During a controlled experiment held in the United States recently, two individuals reportedly hacked into a Chrysler Jeep Cherokee and controlled its features - including the music player, the windshield wipers and the digital navigation system. The vehicle was eventually forced to stop in the middle of a busy highway. The hackers subsequently shared their findings with the manufacturer, who then created an update to fix the loophole for customers. The hackers have reportedly conducted similar experiments earlier, including on a Ford Escape and a Toyata Prius in 2013. The difference then was that the computer was wired into the dashboard of the vehicle, but during the latest test the technology could be controlled wirelessly, with the operators based 16km (10mi) away. 

Update: On Friday, July 24th, 2015 Chrysler announced a recall that includes 1.4 million vehicles. The vehicle owners will receive a USB drive that will update the software through the car’s dashboard port. The fix will include network-level security measures to ensure security on the Sprint network - which is the cellular carrier for the vehicles in question. 

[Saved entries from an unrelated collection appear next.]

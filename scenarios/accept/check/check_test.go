package check

import (
	"bytes"
	"context"
	"encoding/json"
	"os"
	"path/filepath"
	"slices"
	"strings"
	"testing"

	"antelag/scenarios"
)

// short is a scenario that runs in milliseconds; %DELAY% is a setting.
const short = `title = "one storey"
[loop]
rate = "500 Hz"
duration = "4 s"
[substructure]
damping_ratio = 0.03
[[substructure.storey]]
mass = "100 t"
stiffness = "4 kN/mm"
[excitation]
kind = "sine"
amplitude = "1 m/s^2"
frequency = "1.3 Hz"
[[channel]]
name = "damper"
[channel.actuator]
kind = "lag-delay"
delay = "8 ms"
[[channel.specimen]]
kind = "spring"
stiffness = "2 kN/mm"
[channel.compensator]
kind = "polynomial"
order = 2
delay = "8 ms"
[accept]
nrmse = 0.05
delay = "1 ms"
`

// folder makes a directory with files: name, content, name, content.
func folder(t *testing.T, files ...string) string {
	t.Helper()
	dir := t.TempDir()
	for i := 0; i < len(files); i += 2 {
		path := filepath.Join(dir, files[i])
		if err := os.MkdirAll(filepath.Dir(path), 0o755); err != nil {
			t.Fatal(err)
		}
		if err := os.WriteFile(path, []byte(files[i+1]), 0o644); err != nil {
			t.Fatal(err)
		}
	}
	return dir
}

func edited(t *testing.T, old, new string) string {
	t.Helper()
	text := strings.Replace(short, old, new, 1)
	if text == short {
		t.Fatalf("%q is not in the scenario", old)
	}
	return text
}

// checked finds and runs what is under dir.
func checked(t *testing.T, dir string, o Options, w Work) *Report {
	t.Helper()
	found, err := Find([]string{dir}, o)
	if err != nil {
		t.Fatal(err)
	}
	return &Report{Results: Run(context.Background(), found.Tests, w), LeftOut: found.LeftOut, Gone: found.Gone}
}

func rel(t *testing.T, dir string, paths []string) []string {
	t.Helper()
	var out []string
	for _, p := range paths {
		r, err := filepath.Rel(dir, p)
		if err != nil {
			t.Fatal(err)
		}
		out = append(out, r)
	}
	return out
}

// What lies in a directory is found in order, once, and told apart.
func TestFind(t *testing.T) {
	t.Parallel()
	dir := folder(t,
		"b.toml", short, "a/z.toml", short, "a/a.toml", short, "a.toml", short,
		"broken.toml", "title = \"", "typo.toml", edited(t, "order = 2", "ordr = 2"),
		"log.csv.toml", short+"[provenance]\nversion = \"1\"\n", "tool.toml", "[project]\nname = \"x\"\n", "empty.toml", "",
		"gone.baseline.toml", "whatever", ".hidden/x.toml", short, "notes.txt", "no scenario", "folder.toml/inside.toml", short,
	)
	if err := os.Symlink(dir, filepath.Join(dir, "a", "loop")); err != nil {
		t.Fatal(err)
	}
	if err := os.Symlink(filepath.Join(dir, "b.toml"), filepath.Join(dir, "linked.toml")); err != nil {
		t.Fatal(err)
	}
	link := filepath.Join(t.TempDir(), "link")
	if err := os.Symlink(dir, link); err != nil {
		t.Fatal(err)
	}
	for _, root := range []string{dir, dir + "/", link} {
		found, err := Find([]string{root, filepath.Join(root, "b.toml"), root}, Options{})
		if err != nil {
			t.Fatal(err)
		}
		var names, broken []string
		for _, test := range found.Tests {
			names = append(names, test.Name)
			if test.Err != nil {
				broken = append(broken, test.Name)
			}
		}
		root = filepath.Clean(root)
		if got, want := rel(t, root, names), []string{"a/a.toml", "a/z.toml", "a.toml", "b.toml", "broken.toml", "folder.toml/inside.toml", "linked.toml", "typo.toml"}; !slices.Equal(got, want) {
			t.Errorf("found %v", got)
		}
		if got := rel(t, root, broken); !slices.Equal(got, []string{"broken.toml", "typo.toml"}) {
			t.Errorf("broken are %v", got)
		}
		if got := rel(t, root, found.LeftOut); !slices.Equal(got, []string{"empty.toml", "log.csv.toml", "tool.toml"}) {
			t.Errorf("left out %v", got)
		}
		if got := rel(t, root, found.Gone); !slices.Equal(got, []string{"gone.baseline.toml"}) {
			t.Errorf("gone %v", got)
		}
	}
}

// What cannot be found, or was named and does not read, is an error at once.
func TestFindRefuses(t *testing.T) {
	t.Parallel()
	dir := folder(t, "good.toml", short, "typo.toml", edited(t, "order = 2", "ordr = 2"), "x.baseline.toml", "", "sub/none.txt", "",
		"held.toml", short, "held.baseline.toml", "format = 1\nversion = \"x\"\n\n[lane.configured]\noutcome = \"completed\"\nnrmsee = 1\n")
	for _, c := range []struct {
		paths []string
		o     Options
		want  string
	}{
		{[]string{"nowhere.toml"}, Options{}, "nowhere.toml: there is no such file"},
		{[]string{"good.toml", "typo.toml"}, Options{}, `typo.toml:24: channel.compensator.ordr: unknown setting`},
		{[]string{"x.baseline.toml"}, Options{}, "x.baseline.toml: is a baseline; name the scenario that it is of"},
		{[]string{"sub"}, Options{}, "sub: there are no scenarios"},
		{[]string{"."}, Options{Strict: true}, "held.baseline.toml:6: lane.configured.nrmsee: unknown figure"},
		{[]string{"held.toml"}, Options{}, "held.baseline.toml:6: lane.configured.nrmsee: unknown figure"},
		{[]string{"."}, Options{Only: "[a"}, `--only: "[a" is no pattern`},
		{[]string{"good.toml"}, Options{Only: "bad*"}, "--only bad*: matches none of the 1 scenarios: "},
		{[]string{"good.toml"}, Options{Changes: []scenarios.Change{{Path: "damper.compensator.ordr", Value: "1"}}}, "--set damper.compensator.ordr: "},
	} {
		for i, p := range c.paths {
			c.paths[i] = filepath.Join(dir, p)
		}
		if _, err := Find(c.paths, c.o); err == nil || !strings.Contains(err.Error(), c.want) || strings.Contains(err.Error(), "\n") {
			t.Errorf("%v: %v, want %q", c.paths, err, c.want)
		}
	}
}

// A pattern takes the path, the file's name, or the name without its ending; a
// word takes whatever holds it.
func TestOnly(t *testing.T) {
	t.Parallel()
	for pattern, want := range map[string]bool{
		"": true, "frame": true, "lab/": true, "frame-*": true, "*-2.toml": true, "lab/*": true, "frame-[12]": true, "FRAME": false, "frame-?": true, "frame-[3]": false, "*.csv": false,
	} {
		if got := (&finder{Options: Options{Only: pattern}}).wanted("lab/frame-2.toml"); got != want {
			t.Errorf("%q: %v", pattern, got)
		}
	}
}

// The output is the same, byte for byte, whatever the number of workers.
func TestOrderDoesNotDependOnWorkers(t *testing.T) {
	t.Parallel()
	var files []string
	for _, name := range []string{"a", "b", "c", "d", "e", "f"} {
		files = append(files, name+".toml", edited(t, `duration = "4 s"`, `duration = "`+map[string]string{"a": "9", "b": "1", "c": "5", "d": "2", "e": "7", "f": "1"}[name]+` s"`))
	}
	dir := folder(t, files...)
	var was string
	for _, workers := range []int{1, 2, 3, 0, 16} {
		r := checked(t, dir, Options{}, Work{Workers: workers})
		var out bytes.Buffer
		if err := r.WriteText(&out, false); err != nil {
			t.Fatal(err)
		}
		object, err := json.Marshal(r)
		if err != nil {
			t.Fatal(err)
		}
		if out.Write(object); was != "" && out.String() != was {
			t.Errorf("%d workers print\n%s\none prints\n%s", workers, out.String(), was)
		}
		was = out.String()
	}
}

// states lists what became of the baselines.
func states(r *Report) string {
	var out []string
	for i := range r.Results {
		out = append(out, r.Results[i].status()+" "+string(r.Results[i].State))
	}
	return strings.Join(out, ", ")
}

// A lab's week: no baseline, recorded, the same, detuned, recorded anew.
func TestRecordAndCompare(t *testing.T) {
	t.Parallel()
	dir := folder(t, "a.toml", short, "b.toml", short)
	step := func(what, want string, o Options, w Work) *Report {
		t.Helper()
		r := checked(t, dir, o, w)
		if got := states(r); got != want {
			t.Errorf("%s: %s, want %s", what, got, want)
		}
		return r
	}
	rewrite := func(name, text string) {
		t.Helper()
		if err := os.WriteFile(filepath.Join(dir, name), []byte(text), 0o644); err != nil {
			t.Fatal(err)
		}
	}
	file := func() string {
		text, err := os.ReadFile(filepath.Join(dir, "a.baseline.toml"))
		if err != nil {
			t.Fatal(err)
		}
		return string(text)
	}
	step("at first", "PASS none, PASS none", Options{}, Work{})
	step("recorded", "PASS recorded, PASS recorded", Options{}, Work{Record: true, Version: "1"})
	first := file()
	step("again", "PASS same, PASS same", Options{}, Work{})
	step("recorded again", "PASS unchanged, PASS unchanged", Options{}, Work{Record: true, Version: "2"})
	if file() != first {
		t.Error("recording the same changed the file")
	}
	r := step("tried out", "FAIL moved, FAIL moved", Options{Changes: []scenarios.Change{{Path: "damper.compensator.delay", Value: "8.02 ms"}}}, Work{})
	if len(r.Results[0].Comparison.Settings) != 1 {
		t.Errorf("settings %v", r.Results[0].Comparison.Settings)
	}
	rewrite("a.toml", edited(t, "delay = \"8 ms\"\n[accept]", "delay = \"8.02 ms\"\n[accept]"))
	r = step("detuned", "FAIL moved, PASS same", Options{}, Work{})
	var out bytes.Buffer
	r.WriteText(&out, false) //nolint:errcheck // a Buffer does not fail
	for _, want := range []string{"damper.compensator.delay  8 ms → 8.02 ms", "figure delay", "was ", "1 failed", "where a change is meant, --record keeps the new figures"} {
		if !strings.Contains(out.String(), want) {
			t.Errorf("no %q in\n%s", want, out.String())
		}
	}
	step("meant", "PASS replaced, PASS unchanged", Options{}, Work{Record: true, Version: "2"})
	if file() == first || !strings.Contains(file(), "version = \"2\"") || !strings.Contains(file(), `"damper.compensator.delay" = "8.02 ms"`) {
		t.Errorf("not replaced:\n%s", file())
	}
	step("and held", "PASS same, PASS same", Options{}, Work{})

	// A limit that is missed fails beside a baseline that holds.
	rewrite("a.toml", edited(t, "nrmse = 0.05", "nrmse = 0.00001"))
	rewrite("b.toml", strings.Replace(short, "[accept]\nnrmse = 0.05\ndelay = \"1 ms\"\n", "", 1))
	if err := os.Remove(filepath.Join(dir, "b.baseline.toml")); err != nil {
		t.Fatal(err)
	}
	step("missed", "FAIL moved, DONE none", Options{}, Work{})
}

// A change of a limit alone moves no figure and is said.
func TestLimitChange(t *testing.T) {
	t.Parallel()
	dir := folder(t, "a.toml", short)
	checked(t, dir, Options{}, Work{Record: true})
	r := checked(t, dir, Options{Changes: []scenarios.Change{{Path: "accept.nrmse", Value: "0.06"}}}, Work{})
	var out bytes.Buffer
	r.WriteText(&out, false) //nolint:errcheck // a Buffer does not fail
	if got := states(r); got != "PASS same" || !strings.Contains(out.String(), "accept.nrmse  0.05 → 0.06") || !strings.Contains(out.String(), "no figure left its tolerance") {
		t.Errorf("%s\n%s", got, out.String())
	}
}

// An interruption leaves no half-run scenario recorded or judged.
func TestInterruption(t *testing.T) {
	t.Parallel()
	dir := folder(t, "a.toml", short, "b.toml", short)
	ctx, stop := context.WithCancel(context.Background())
	stop()
	found, err := Find([]string{dir}, Options{})
	if err != nil {
		t.Fatal(err)
	}
	for _, r := range Run(ctx, found.Tests, Work{Record: true}) {
		if r.Pass() || !r.Interrupted() || r.State != Absent {
			t.Errorf("%+v", r)
		}
	}
	if _, err := os.Stat(filepath.Join(dir, "a.baseline.toml")); err == nil {
		t.Error("an interrupted run was recorded")
	}
}

// A baseline that cannot be written fails, and the others are written.
func TestUnwritten(t *testing.T) {
	t.Parallel()
	dir := folder(t, "a.toml", short, "b.toml", short)
	found, err := Find([]string{dir}, Options{})
	if err != nil {
		t.Fatal(err)
	}
	found.Tests[0].Path = filepath.Join(dir, "a.toml", "x") // below a file: nobody can write there
	r := &Report{Results: Run(context.Background(), found.Tests, Work{Record: true})}
	if got := states(r); got != "ERROR unwritten, PASS recorded" || r.Results[0].Err == nil || r.Pass() {
		t.Errorf("%s: %v", got, r.Results[0].Err)
	}
}
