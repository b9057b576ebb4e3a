package check

import (
	"bytes"
	"encoding/xml"
	"errors"
	"io"
	"os"
	"path/filepath"
	"regexp"
	"slices"
	"strconv"
	"strings"
	"testing"
	"time"
)

// The shape that build servers have agreed on for these files (common
// practice; there is no standard): which elements may stand in which, and the
// attributes that each must and may have.
var shape = map[string]struct{ in, must, may []string }{
	"testsuites": {[]string{""}, nil, []string{"name", "tests", "failures", "errors", "time", "disabled"}},
	"testsuite":  {[]string{"testsuites"}, []string{"name", "tests"}, []string{"failures", "errors", "skipped", "time", "timestamp", "hostname", "id", "package"}},
	"properties": {[]string{"testsuite"}, nil, nil},
	"property":   {[]string{"properties"}, []string{"name", "value"}, nil},
	"testcase":   {[]string{"testsuite"}, []string{"name", "classname"}, []string{"time", "status", "assertions"}},
	"failure":    {[]string{"testcase"}, nil, []string{"message", "type"}},
	"error":      {[]string{"testcase"}, nil, []string{"message", "type"}},
	"skipped":    {[]string{"testcase"}, nil, []string{"message", "type"}},
}

var (
	counts = regexp.MustCompile(`^\d+$`)
	times  = regexp.MustCompile(`^\d+(\.\d+)?$`)
	stamps = regexp.MustCompile(`^\d{4}-\d\d-\d\dT\d\d:\d\d:\d\d$`)
)

// validate reads the text as XML and holds it to the shape and to its own
// sums. It returns the names of the cases that failed.
func validate(t *testing.T, text []byte) (failed []string) {
	t.Helper()
	d := xml.NewDecoder(bytes.NewReader(text))
	path, name := []string{""}, ""
	count := map[string]int{}
	claimed := map[string]int{}
	for {
		token, err := d.Token()
		if errors.Is(err, io.EOF) {
			break
		}
		if err != nil {
			t.Fatalf("not well-formed: %v\n%s", err, text)
		}
		switch e := token.(type) {
		case xml.StartElement:
			rule, ok := shape[e.Name.Local]
			if !ok || !slices.Contains(rule.in, path[len(path)-1]) {
				t.Fatalf("<%s> in <%s>", e.Name.Local, path[len(path)-1])
			}
			path = append(path, e.Name.Local)
			count[e.Name.Local]++
			given := map[string]string{}
			for _, a := range e.Attr {
				given[a.Name.Local] = a.Value
				if !slices.Contains(rule.must, a.Name.Local) && !slices.Contains(rule.may, a.Name.Local) {
					t.Errorf("<%s> has %s", e.Name.Local, a.Name.Local)
				}
			}
			for _, must := range rule.must {
				if given[must] == "" && must != "value" {
					t.Errorf("<%s> has no %s", e.Name.Local, must)
				}
			}
			for attr, form := range map[string]*regexp.Regexp{"tests": counts, "failures": counts, "errors": counts, "skipped": counts, "time": times, "timestamp": stamps} {
				if v, ok := given[attr]; ok && !form.MatchString(v) {
					t.Errorf("<%s %s=%q>", e.Name.Local, attr, v)
				}
			}
			switch e.Name.Local {
			case "testsuite":
				for _, attr := range []string{"tests", "failures", "errors", "skipped"} {
					n, _ := strconv.Atoi(given[attr])
					claimed[attr] += n
				}
			case "testcase":
				name = given["name"]
			case "failure", "error":
				failed = append(failed, name)
			}
		case xml.EndElement:
			path = path[:len(path)-1]
		}
	}
	if claimed["tests"] != count["testcase"] || claimed["failures"] != count["failure"] || claimed["errors"] != count["error"] || claimed["skipped"] != count["skipped"] {
		t.Errorf("claims %v, has %v", claimed, count)
	}
	return failed
}

// The file is well-formed and of the common shape whatever the titles hold,
// and says the same as the verdict.
func TestJUnit(t *testing.T) {
	t.Parallel()
	hostile := `]]> <!-- </testsuite> & \" ' \u0000 \u0001 \u001b[31m \u007f \u0085 \uFFFE \n <![CDATA[ ü 試 😀`
	dir := folder(t,
		"a & <b>.toml", edited(t, `title = "one storey"`, `title = "`+hostile+`"`),
		"fails.toml", edited(t, "nrmse = 0.05", "nrmse = 0.000001"),
		"moves.toml", short,
		"trips.toml", edited(t, "[[channel.specimen]]", "[channel.limits]\nstroke = \"1 mm\"\n[[channel.specimen]]"),
		"typo.toml", edited(t, "order = 2", "\"or\\u0007<dr\" = 2"),
		"\x01\xff.toml", short,
	)
	moves := filepath.Join(dir, "moves.toml")
	found, err := Find([]string{moves}, Options{})
	if err != nil {
		t.Fatal(err)
	}
	if r := Run(t.Context(), found.Tests, Work{Record: true, Version: hostile}); r[0].State != Recorded {
		t.Fatal(r[0].Err)
	}
	if err := os.WriteFile(moves, []byte(edited(t, "delay = \"8 ms\"\n[accept]", "delay = \"8.05 ms\"\n[accept]")), 0o644); err != nil {
		t.Fatal(err)
	}
	r := checked(t, dir, Options{}, Work{})
	var out bytes.Buffer
	if err := r.WriteJUnit(&out, hostile, time.Now()); err != nil {
		t.Fatal(err)
	}
	failed := validate(t, out.Bytes())
	for _, want := range []string{"run", "limit tracking error, rms", "baseline"} {
		if !slices.Contains(failed, want) {
			t.Errorf("%q did not fail: %v", want, failed)
		}
	}
	for _, want := range []string{"damper.compensator.delay: 8 ms → 8.05 ms", "tracking error, rms: was ", `message="there is no baseline"`, "TRIPPED at "} {
		if !strings.Contains(out.String(), want) {
			t.Errorf("no %q in\n%s", want, out.String())
		}
	}
	if got := states(r); got != "FAIL none, PASS none, FAIL none, FAIL moved, FAIL none, ERROR none" && got != "PASS none, PASS none, FAIL none, FAIL moved, FAIL none, ERROR none" {
		t.Errorf("%s", got)
	}
}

Analyst Comment: While the hack was conducted in a controlled environment, the experiment highlights concerns automobile manufacturers will need to address when integrating their products with the internet. Companies, including insurance firms, will need to factor these concerns into their overall assessment of the risk and manufacturing costs of the product. It is estimated that 150 million passenger vehicles could be connected to the internet by 2020. In addition to safety features, such a hack raises privacy concerns concerning the tracking of drivers. A lack of effective oversight by car manufacturers could make them culpable concerning the violation of privacy laws, which are being increasingly enacted worldwide.